## WORK TO BE COMPLETED
Scan the entries below. Return every line that includes "clipId".

+ + + +

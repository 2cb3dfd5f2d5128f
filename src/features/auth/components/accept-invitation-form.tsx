import { useForm } from 'react-hook-form';
import { zodResolver } from '@hookform/resolvers/zod';
import { acceptInvitationSchema, type AcceptInvitationInput } from '@shared/schemas/auth.schema';
import { Button } from '@/components/ui/button';
import { FormError, TextField } from '@/components/ui/field';
import { errorMessage } from '@/lib/api-client';
import { useAcceptInvitation } from '../api/accept-invitation';

export function AcceptInvitationForm({ token, email }: { token: string; email: string }) {
  const accept = useAcceptInvitation();
  const {
    register,
    handleSubmit,
    formState: { errors },
  } = useForm<AcceptInvitationInput>({
    resolver: zodResolver(acceptInvitationSchema),
    defaultValues: { token, name: '', password: '' },
  });

  return (
    <form noValidate className="space-y-4" onSubmit={handleSubmit((values) => accept.mutate(values))}>
      <TextField label="Email" value={email} readOnly disabled />
      <TextField label="Your name" autoComplete="name" error={errors.name?.message} {...register('name')} />
      <TextField
        label="Choose a password"
        type="password"
        autoComplete="new-password"
        hint="At least 10 characters."
        error={errors.password?.message}
        {...register('password')}
      />
      <FormError message={accept.isError ? errorMessage(accept.error) : null} />
      <Button type="submit" className="w-full" busy={accept.isPending}>
        Join the club
      </Button>
    </form>
  );
}
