import { Router } from 'express';
import { createNoteSchema, updateNoteSchema } from '@shared/schemas/note.schema';
import { principalOf } from '../middleware/auth.middleware';
import { validate } from '../middleware/validate.middleware';
import type { RouteContext } from './context';

export function noteRoutes(ctx: RouteContext): Router {
  const router = Router();
  const { guard } = ctx;

  router.get('/api/clips/:id/notes', guard.authenticate, guard.authorize('note:read'), async (req, res) => {
    res.json(await ctx.notes.list(principalOf(req), req.params.id as string));
  });

  router.get(
    '/api/clips/:id/notes.vtt',
    guard.authenticate,
    guard.authorize('note:read'),
    async (req, res) => {
      const vtt = await ctx.notes.webVtt(principalOf(req), req.params.id as string);
      res.setHeader('Content-Type', 'text/vtt; charset=utf-8');
      res.attachment(vtt.fileName);
      res.send(vtt.body);
    },
  );

  router.post(
    '/api/clips/:id/notes',
    guard.authenticate,
    guard.authorize('note:write'),
    validate({ body: createNoteSchema }),
    async (req, res) => {
      res.status(201).json(await ctx.notes.create(principalOf(req), req.params.id as string, req.body));
    },
  );

  router.patch(
    '/api/notes/:id',
    guard.authenticate,
    guard.authorize('note:write'),
    validate({ body: updateNoteSchema }),
    async (req, res) => {
      res.json(await ctx.notes.update(principalOf(req), req.params.id as string, req.body));
    },
  );

  router.delete('/api/notes/:id', guard.authenticate, guard.authorize('note:write'), async (req, res) => {
    await ctx.notes.delete(principalOf(req), req.params.id as string);
    res.status(204).end();
  });

  return router;
}
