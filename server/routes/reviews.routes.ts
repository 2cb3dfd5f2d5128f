import { Router } from 'express';
import { z } from 'zod';
import { createReviewSchema, reviewListQuerySchema, updateReviewSchema } from '@shared/schemas/review.schema';
import { principalOf } from '../middleware/auth.middleware';
import { validate } from '../middleware/validate.middleware';
import type { RouteContext } from './context';

const reviewParams = z.object({ id: z.string().uuid('Not a review id') });

/** Reviews: drafts coaches write, publish and withdraw; the page athletes and guardians read. */
export function reviewRoutes(ctx: RouteContext): Router {
  const router = Router();
  const { guard } = ctx;
  const read = [guard.authenticate, guard.authorize('review:read')];
  const write = [guard.authenticate, guard.authorize('review:write')];

  router.get('/api/reviews', ...read, validate({ query: reviewListQuerySchema }), async (req, res) => {
    res.json({
      reviews: await ctx.reviews.list(principalOf(req), req.query as { clipId?: string; athleteId?: string }),
    });
  });
  router.post('/api/reviews', ...write, validate({ body: createReviewSchema }), async (req, res) => {
    const body = req.body as { clipId: string; athleteId: string };
    res.status(201).json({ review: await ctx.reviews.create(principalOf(req), body.clipId, body.athleteId) });
  });
  router.get('/api/reviews/:id', ...read, validate({ params: reviewParams }), async (req, res) => {
    res.json({ review: await ctx.reviews.get(principalOf(req), req.params.id as string) });
  });
  router.patch(
    '/api/reviews/:id',
    ...write,
    validate({ params: reviewParams, body: updateReviewSchema }),
    async (req, res) => {
      res.json({ review: await ctx.reviews.update(principalOf(req), req.params.id as string, req.body) });
    },
  );
  router.get('/api/reviews/:id/view', ...read, validate({ params: reviewParams }), async (req, res) => {
    res.json(await ctx.reviews.view(principalOf(req), req.params.id as string));
  });
  router.post('/api/reviews/:id/publish', ...write, validate({ params: reviewParams }), async (req, res) => {
    res.json(await ctx.reviews.publish(principalOf(req), req.params.id as string));
  });
  router.post(
    '/api/reviews/:id/unpublish',
    ...write,
    validate({ params: reviewParams }),
    async (req, res) => {
      res.json({ review: await ctx.reviews.unpublish(principalOf(req), req.params.id as string) });
    },
  );
  router.get('/api/reviews/:id/receipts', ...read, validate({ params: reviewParams }), async (req, res) => {
    res.json({ receipts: await ctx.reviews.receipts(principalOf(req), req.params.id as string) });
  });
  return router;
}
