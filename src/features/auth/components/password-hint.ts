/** What every new-password field says: length, and that a phrase of words is the easy strong choice. */
export const NEW_PASSWORD_HINT =
  'At least 10 characters. A phrase of three or four unrelated words is strong and easy to remember.';
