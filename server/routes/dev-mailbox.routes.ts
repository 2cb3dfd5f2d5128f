import { Router, type RequestHandler } from 'express';
import { HttpError } from '../errors';
import type { Mailbox } from '../mail/embedded-smtp';

function escapeHtml(text: string): string {
  return text.replace(/[&<>"']/g, (c) => `&#${c.charCodeAt(0)};`);
}

/** Only mounted while the embedded SMTP fake is in use: a small inbox page of every message sent. */
const LOOPBACK = new Set(['127.0.0.1', '::1', '::ffff:127.0.0.1']);

/** Headers a reverse proxy adds: behind one, every caller arrives from loopback. */
const PROXY_HEADERS = [
  'forwarded',
  'x-forwarded-for',
  'x-forwarded-host',
  'x-forwarded-proto',
  'x-real-ip',
  'via',
];

// The inbox holds invitation links, which are sign-ups: only the machine itself may read it, and a
// request that passed through a proxy is not the machine itself, whatever its socket address.
const loopbackOnly: RequestHandler = (req, _res, next) => {
  const proxied = PROXY_HEADERS.some((h) => req.headers[h] !== undefined);
  if (!proxied && LOOPBACK.has(req.socket.remoteAddress ?? '')) return next();
  next(new HttpError(404, 'not_found', 'Not found'));
};

export function devMailboxRoutes(mailbox: Mailbox): Router {
  const router = Router();
  router.use('/dev', loopbackOnly);

  router.get('/dev/mailbox.json', async (_req, res) => {
    res.json({ messages: await mailbox.messages() });
  });

  router.get('/dev/mailbox', async (_req, res) => {
    const messages = (await mailbox.messages()).reverse();
    const items = messages
      .map(
        (m) => `<article>
  <header><strong>${escapeHtml(m.subject)}</strong><br><small>to ${escapeHtml(m.to)} · ${escapeHtml(m.receivedAt)}</small></header>
  <pre>${escapeHtml(m.text).replace(/(https?:\/\/[^\s<]+)/g, '<a href="$1">$1</a>')}</pre>
</article>`,
      )
      .join('\n');
    res.type('html').send(`<!doctype html>
<html lang="en"><head><meta charset="utf-8"><title>Stanceline dev mailbox</title>
<style>body{font-family:system-ui,sans-serif;max-width:48rem;margin:2rem auto;padding:0 1rem;color:#1f2933}
article{border:1px solid #cbd2d9;border-radius:6px;padding:.75rem 1rem;margin:.75rem 0}pre{white-space:pre-wrap}</style>
</head><body><h1>Dev mailbox</h1><p>${messages.length} message(s) caught by the local SMTP stand-in; nothing left this machine.</p>
${items || '<p>No mail yet.</p>'}
</body></html>`);
  });

  return router;
}
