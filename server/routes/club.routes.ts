import { Router } from 'express';
import { principalOf } from '../middleware/auth.middleware';
import type { RouteContext } from './context';

export function clubRoutes(ctx: RouteContext): Router {
  const router = Router();
  const { guard } = ctx;

  router.get('/api/club/members', guard.authenticate, guard.authorize('club:members'), async (req, res) => {
    res.json(await ctx.club.members(principalOf(req)));
  });

  return router;
}
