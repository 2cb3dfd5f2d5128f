import { useForm } from 'react-hook-form';
import { zodResolver } from '@hookform/resolvers/zod';
import { changePasswordSchema, type ChangePasswordInput } from '@shared/schemas/auth.schema';
import { Button } from '@/components/ui/button';
import { FormError, TextField } from '@/components/ui/field';
import { useToast } from '@/components/ui/toast';
import { errorMessage } from '@/lib/api-client';
import { fieldIssues, placeFieldIssues } from '@/lib/form-errors';
import { useChangePassword } from '../api/change-password';
import { NEW_PASSWORD_HINT } from './password-hint';

/** Change the signed-in member's password; the server says on which field a problem lies. */
export function ChangePasswordForm() {
  const change = useChangePassword();
  const toast = useToast();
  const {
    register,
    handleSubmit,
    setError,
    reset,
    formState: { errors },
  } = useForm<ChangePasswordInput>({
    resolver: zodResolver(changePasswordSchema),
    defaultValues: { currentPassword: '', newPassword: '' },
  });
  const placed = change.isError && fieldIssues(change.error).length > 0;

  return (
    <form
      noValidate
      className="max-w-md space-y-4"
      aria-label="Change password"
      onSubmit={handleSubmit((values) =>
        change.mutate(values, {
          onSuccess: () => {
            reset();
            toast.success('Password changed. Your other devices are signed out.');
          },
          onError: (error) => {
            placeFieldIssues(error, ['currentPassword', 'newPassword'] as const, setError);
          },
        }),
      )}
    >
      <TextField
        label="Current password"
        type="password"
        autoComplete="current-password"
        error={errors.currentPassword?.message}
        {...register('currentPassword')}
      />
      <TextField
        label="New password"
        type="password"
        autoComplete="new-password"
        hint={NEW_PASSWORD_HINT}
        error={errors.newPassword?.message}
        {...register('newPassword')}
      />
      <FormError message={change.isError && !placed ? errorMessage(change.error) : null} />
      <Button type="submit" busy={change.isPending}>
        Change password
      </Button>
    </form>
  );
}
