import { useForm } from 'react-hook-form';
import { Link } from 'react-router-dom';
import { zodResolver } from '@hookform/resolvers/zod';
import { loginSchema, type LoginInput } from '@shared/schemas/auth.schema';
import { Button } from '@/components/ui/button';
import { FormError, TextField } from '@/components/ui/field';
import { paths } from '@/config/paths';
import { errorMessage } from '@/lib/api-client';
import { useLogin } from '../api/login';

export function LoginForm() {
  const loginMutation = useLogin();
  const {
    register,
    handleSubmit,
    formState: { errors },
  } = useForm<LoginInput>({ resolver: zodResolver(loginSchema), defaultValues: { email: '', password: '' } });

  return (
    <form noValidate className="space-y-4" onSubmit={handleSubmit((values) => loginMutation.mutate(values))}>
      <TextField
        label="Email"
        type="email"
        autoComplete="username"
        autoFocus
        error={errors.email?.message}
        {...register('email')}
      />
      <TextField
        label="Password"
        type="password"
        autoComplete="current-password"
        error={errors.password?.message}
        {...register('password')}
      />
      <FormError message={loginMutation.isError ? errorMessage(loginMutation.error) : null} />
      <Button type="submit" className="w-full" busy={loginMutation.isPending}>
        Sign in
      </Button>
      <p className="text-center text-sm">
        <Link className="text-glacier-700 underline" to={paths.forgotPassword.href()}>
          Forgot your password?
        </Link>
      </p>
    </form>
  );
}
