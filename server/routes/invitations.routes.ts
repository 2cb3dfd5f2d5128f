import { Router } from 'express';
import {
  acceptInvitationSchema,
  createInvitationSchema,
  type AcceptInvitationInput,
  type CreateInvitationInput,
} from '@shared/schemas/auth.schema';
import { principalOf } from '../middleware/auth.middleware';
import { validate } from '../middleware/validate.middleware';
import { setRefreshCookie } from './auth.routes';
import type { RouteContext } from './context';

export function invitationRoutes(ctx: RouteContext): Router {
  const router = Router();
  const { guard } = ctx;

  router.post(
    '/api/invitations',
    guard.authenticate,
    guard.authorize('invitation:create'),
    validate({ body: createInvitationSchema }),
    async (req, res) => {
      res.status(201).json(await ctx.invitations.create(principalOf(req), req.body as CreateInvitationInput));
    },
  );

  // Public: the holder of the e-mailed token is the only one who can know it.
  router.post('/api/invitations/accept', validate({ body: acceptInvitationSchema }), async (req, res) => {
    const signedIn = await ctx.invitations.accept(req.body as AcceptInvitationInput);
    res.status(201).json(setRefreshCookie(res, signedIn, ctx.config.cookieSecure));
  });

  router.get('/api/invitations/:token', async (req, res) => {
    res.json(await ctx.invitations.preview(req.params.token as string));
  });

  return router;
}
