import type { Role } from '../schemas/auth.schema';

/**
 * The role table of the product, in one place for the server and the client. The server checks it on
 * every route (`authorize(permission)`) and then narrows records to the caller's reach; the client reads
 * the same table to hide what the server would refuse, and to choose the sections each role sees.
 *
 * - head coach: everything in the club
 * - coach: athletes of the age groups they coach (upload, consent, invitations); reads club sessions
 * - athlete: only their own record and clips
 * - guardian: read-only view of their own children
 * - analyst: read-only across the club, no contact details of minors, creates nothing
 */
export const PERMISSIONS = {
  'me:read': ['head_coach', 'coach', 'athlete', 'guardian', 'analyst'],
  'age_group:read': ['head_coach', 'coach', 'athlete', 'guardian', 'analyst'],
  'athlete:read': ['head_coach', 'coach', 'athlete', 'guardian', 'analyst'],
  'athlete:create': ['head_coach', 'coach'],
  'athlete:consent': ['head_coach', 'coach'],
  'session:read': ['head_coach', 'coach', 'athlete', 'guardian', 'analyst'],
  'session:create': ['head_coach', 'coach'],
  'clip:read': ['head_coach', 'coach', 'athlete', 'guardian', 'analyst'],
  'clip:upload': ['head_coach', 'coach'],
  'clip:analyse': ['head_coach', 'coach'],
  // The head coach erases any clip; a coach the clips they uploaded (narrowed in the service).
  'clip:erase': ['head_coach', 'coach'],
  'note:read': ['head_coach', 'coach', 'analyst'],
  'note:write': ['head_coach', 'coach'],
  'tolerance:read': ['head_coach', 'coach', 'athlete', 'guardian', 'analyst'],
  // Coaches set the bands of the groups they coach, the head coach every group's (narrowed in the service).
  'tolerance:write': ['head_coach', 'coach'],
  'flag:read': ['head_coach', 'coach', 'athlete', 'guardian', 'analyst'],
  'flag:review': ['head_coach', 'coach'],
  'job:read': ['head_coach', 'coach', 'analyst'],
  // Everyone exports what they may see: staff their reach, athletes and guardians their own rows.
  'export:read': ['head_coach', 'coach', 'athlete', 'guardian', 'analyst'],
  'season:read': ['head_coach', 'coach', 'athlete', 'guardian', 'analyst'],
  'season:write': ['head_coach'],
  // Athletes and guardians read their own plan; coaches edit the plans of their groups (narrowed in the service).
  'plan:read': ['head_coach', 'coach', 'athlete', 'guardian', 'analyst'],
  'plan:write': ['head_coach', 'coach'],
  'compare:read': ['head_coach', 'coach', 'athlete', 'guardian', 'analyst'],
  'compare:write': ['head_coach', 'coach'],
  // Staff read reviews within their reach; athletes and guardians read published reviews of their own.
  'review:read': ['head_coach', 'coach', 'athlete', 'guardian', 'analyst'],
  'review:write': ['head_coach', 'coach'],
  'invitation:create': ['head_coach', 'coach'],
  'club:members': ['head_coach'],
  'athlete:erase': ['head_coach'],
  // The consent record: staff who look after the athlete, the athlete and guardians (no analysts).
  'consent:read': ['head_coach', 'coach', 'athlete', 'guardian'],
  // Withdrawing or restoring: a guardian for a minor, the athlete once 18, or the head coach recording
  // their request (narrowed in the service).
  'consent:decide': ['head_coach', 'athlete', 'guardian'],
  // All of an athlete's data as one download: the athlete, their guardians, the head coach on request.
  'athlete:export': ['head_coach', 'athlete', 'guardian'],
  'privacy:manage': ['head_coach'],
  // Sections of the app: which pages a role is sent to. The reads behind them are the rows above.
  'section:home': ['head_coach', 'coach', 'athlete', 'guardian'],
  'section:tolerances': ['head_coach', 'coach', 'analyst'],
  'section:exports': ['head_coach', 'coach', 'analyst'],
  'section:athletes': ['head_coach', 'coach', 'analyst'],
  'section:sessions': ['head_coach', 'coach', 'analyst'],
} as const satisfies Record<string, readonly Role[]>;

export type Permission = keyof typeof PERMISSIONS;

export function hasPermission(role: Role, permission: Permission): boolean {
  return (PERMISSIONS[permission] as readonly Role[]).includes(role);
}
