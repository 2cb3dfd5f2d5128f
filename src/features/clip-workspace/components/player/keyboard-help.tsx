import { useEffect, useRef } from 'react';
import { Keyboard } from 'lucide-react';
import { KEY_BINDINGS } from '../../lib/keyboard-map';
import { useStage } from '../stage/stage-context';

interface KeyboardHelpProps {
  open: boolean;
  onOpenChange(open: boolean): void;
}

/** The key list in a popover beside the transport controls. */
export function KeyboardHelp({ open, onOpenChange }: KeyboardHelpProps) {
  const { canEdit } = useStage();
  const boxRef = useRef<HTMLDivElement | null>(null);

  useEffect(() => {
    if (!open) return;
    const onPointer = (event: PointerEvent) => {
      if (!boxRef.current?.contains(event.target as Node)) onOpenChange(false);
    };
    const onKey = (event: KeyboardEvent) => {
      if (event.key === 'Escape') onOpenChange(false);
    };
    document.addEventListener('pointerdown', onPointer);
    document.addEventListener('keydown', onKey);
    return () => {
      document.removeEventListener('pointerdown', onPointer);
      document.removeEventListener('keydown', onKey);
    };
  }, [open, onOpenChange]);

  return (
    <div ref={boxRef} className="relative">
      <button
        type="button"
        aria-label="Keyboard keys"
        aria-expanded={open}
        aria-controls="workspace-keys"
        onClick={() => onOpenChange(!open)}
        className="inline-flex h-8 w-8 items-center justify-center rounded-md text-granite-600 hover:bg-glacier-50 hover:text-glacier-700 focus-visible:outline-2 focus-visible:outline-glacier-500"
      >
        <Keyboard aria-hidden="true" className="h-4 w-4" />
      </button>
      {open ? (
        <div
          id="workspace-keys"
          role="dialog"
          aria-label="Keyboard keys"
          className="absolute right-0 bottom-full z-30 mb-2 w-72 rounded-lg border border-granite-200 bg-white p-3 shadow-xl"
        >
          <p className="mb-2 text-sm font-semibold text-granite-900">Keys on this page</p>
          <dl className="grid grid-cols-[auto_1fr] gap-x-3 gap-y-1.5 text-sm">
            {KEY_BINDINGS.filter((b) => canEdit || b.command !== 'snow-line').map((binding) => (
              <div key={binding.command} className="contents">
                <dt>
                  <kbd className="rounded border border-granite-200 bg-granite-50 px-1.5 py-0.5 font-mono text-xs text-granite-800">
                    {binding.label}
                  </kbd>
                </dt>
                <dd className="text-granite-600">{binding.description}</dd>
              </div>
            ))}
          </dl>
          <p className="mt-2 text-xs text-granite-400">
            Ctrl + wheel (or a pinch) over the frame zooms at the pointer; drag the zoomed frame to pan.
            {canEdit ? ' On a paused frame, drag a misplaced joint to correct it.' : null}
          </p>
        </div>
      ) : null}
    </div>
  );
}
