import { Router } from 'express';
import { z } from 'zod';
import { recordConsentSchema, type RecordConsentInput } from '@shared/schemas/athlete.schema';
import {
  consentDecisionSchema,
  guardianAccessSchema,
  privacySettingsSchema,
  type ConsentDecisionInput,
  type GuardianAccessInput,
  type PrivacySettingsInput,
} from '@shared/schemas/consent.schema';
import { principalOf } from '../middleware/auth.middleware';
import { validate } from '../middleware/validate.middleware';
import type { RouteContext } from './context';

const athleteParams = z.object({ id: z.string().uuid('Not an athlete id') });

/** Consent given, withdrawn and restored; an adult athlete's guardians; the club's privacy settings; data downloads. */
export function privacyRoutes(ctx: RouteContext): Router {
  const router = Router();
  const { guard } = ctx;

  router.get(
    '/api/athletes/:id/consent',
    guard.authenticate,
    guard.authorize('consent:read'),
    validate({ params: athleteParams }),
    async (req, res) => {
      res.json(await ctx.consent.record(principalOf(req), req.params.id as string));
    },
  );

  router.post(
    '/api/athletes/:id/consent',
    guard.authenticate,
    guard.authorize('athlete:consent'),
    validate({ params: athleteParams, body: recordConsentSchema }),
    async (req, res) => {
      res.json(
        await ctx.consent.give(principalOf(req), req.params.id as string, req.body as RecordConsentInput),
      );
    },
  );

  for (const action of ['withdraw', 'restore'] as const) {
    router.post(
      `/api/athletes/:id/consent/${action}`,
      guard.authenticate,
      guard.authorize('consent:decide'),
      validate({ params: athleteParams, body: consentDecisionSchema }),
      async (req, res) => {
        res.json(
          await ctx.consent[action](
            principalOf(req),
            req.params.id as string,
            req.body as ConsentDecisionInput,
          ),
        );
      },
    );
  }

  router.put(
    '/api/athletes/:id/guardians/:guardianId/access',
    guard.authenticate,
    guard.authorize('consent:decide'),
    validate({
      params: athleteParams.extend({ guardianId: z.string().uuid('Not a guardian id') }),
      body: guardianAccessSchema,
    }),
    async (req, res) => {
      res.json(
        await ctx.consent.setGuardianAccess(
          principalOf(req),
          req.params.id as string,
          req.params.guardianId as string,
          (req.body as GuardianAccessInput).keep,
        ),
      );
    },
  );

  router.post(
    '/api/athletes/:id/export-link',
    guard.authenticate,
    guard.authorize('athlete:export'),
    validate({ params: athleteParams }),
    async (req, res) => {
      res.json(await ctx.dataExports.link(principalOf(req), req.params.id as string));
    },
  );

  router.get(
    '/api/athletes/:id/export.zip',
    guard.authenticateExport,
    guard.authorize('athlete:export'),
    validate({ params: athleteParams }),
    async (req, res) => {
      let closed = false;
      res.on('close', () => (closed = true));
      // Who may download, and what, is settled before the first byte: refusals are plain 4xx answers.
      const plan = await ctx.dataExports.plan(principalOf(req), req.params.id as string);
      res.setHeader('Content-Type', 'application/zip');
      res.setHeader('Content-Disposition', `attachment; filename="${plan.fileName}"`);
      res.setHeader('Cache-Control', 'no-store');
      try {
        await ctx.dataExports.write(plan, res, () => closed);
      } catch (error) {
        // Headers are out: the only honest signal left is a cut connection, so no half zip looks whole.
        res.destroy(error instanceof Error ? error : undefined);
      }
    },
  );

  router.get('/api/club/privacy', guard.authenticate, guard.authorize('privacy:manage'), async (req, res) => {
    res.json(await ctx.privacy.settings(principalOf(req)));
  });

  router.put(
    '/api/club/privacy',
    guard.authenticate,
    guard.authorize('privacy:manage'),
    validate({ body: privacySettingsSchema }),
    async (req, res) => {
      res.json(await ctx.privacy.updateSettings(principalOf(req), req.body as PrivacySettingsInput));
    },
  );

  return router;
}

+ + + +

## ANSWER TO THE PROBLEM
      reviews: await ctx.reviews.list(principalOf(req), req.query as { clipId?: string; athleteId?: string }),
    const body = req.body as { clipId: string; athleteId: string };
    res.status(201).json({ review: await ctx.reviews.create(principalOf(req), body.clipId, body.athleteId) });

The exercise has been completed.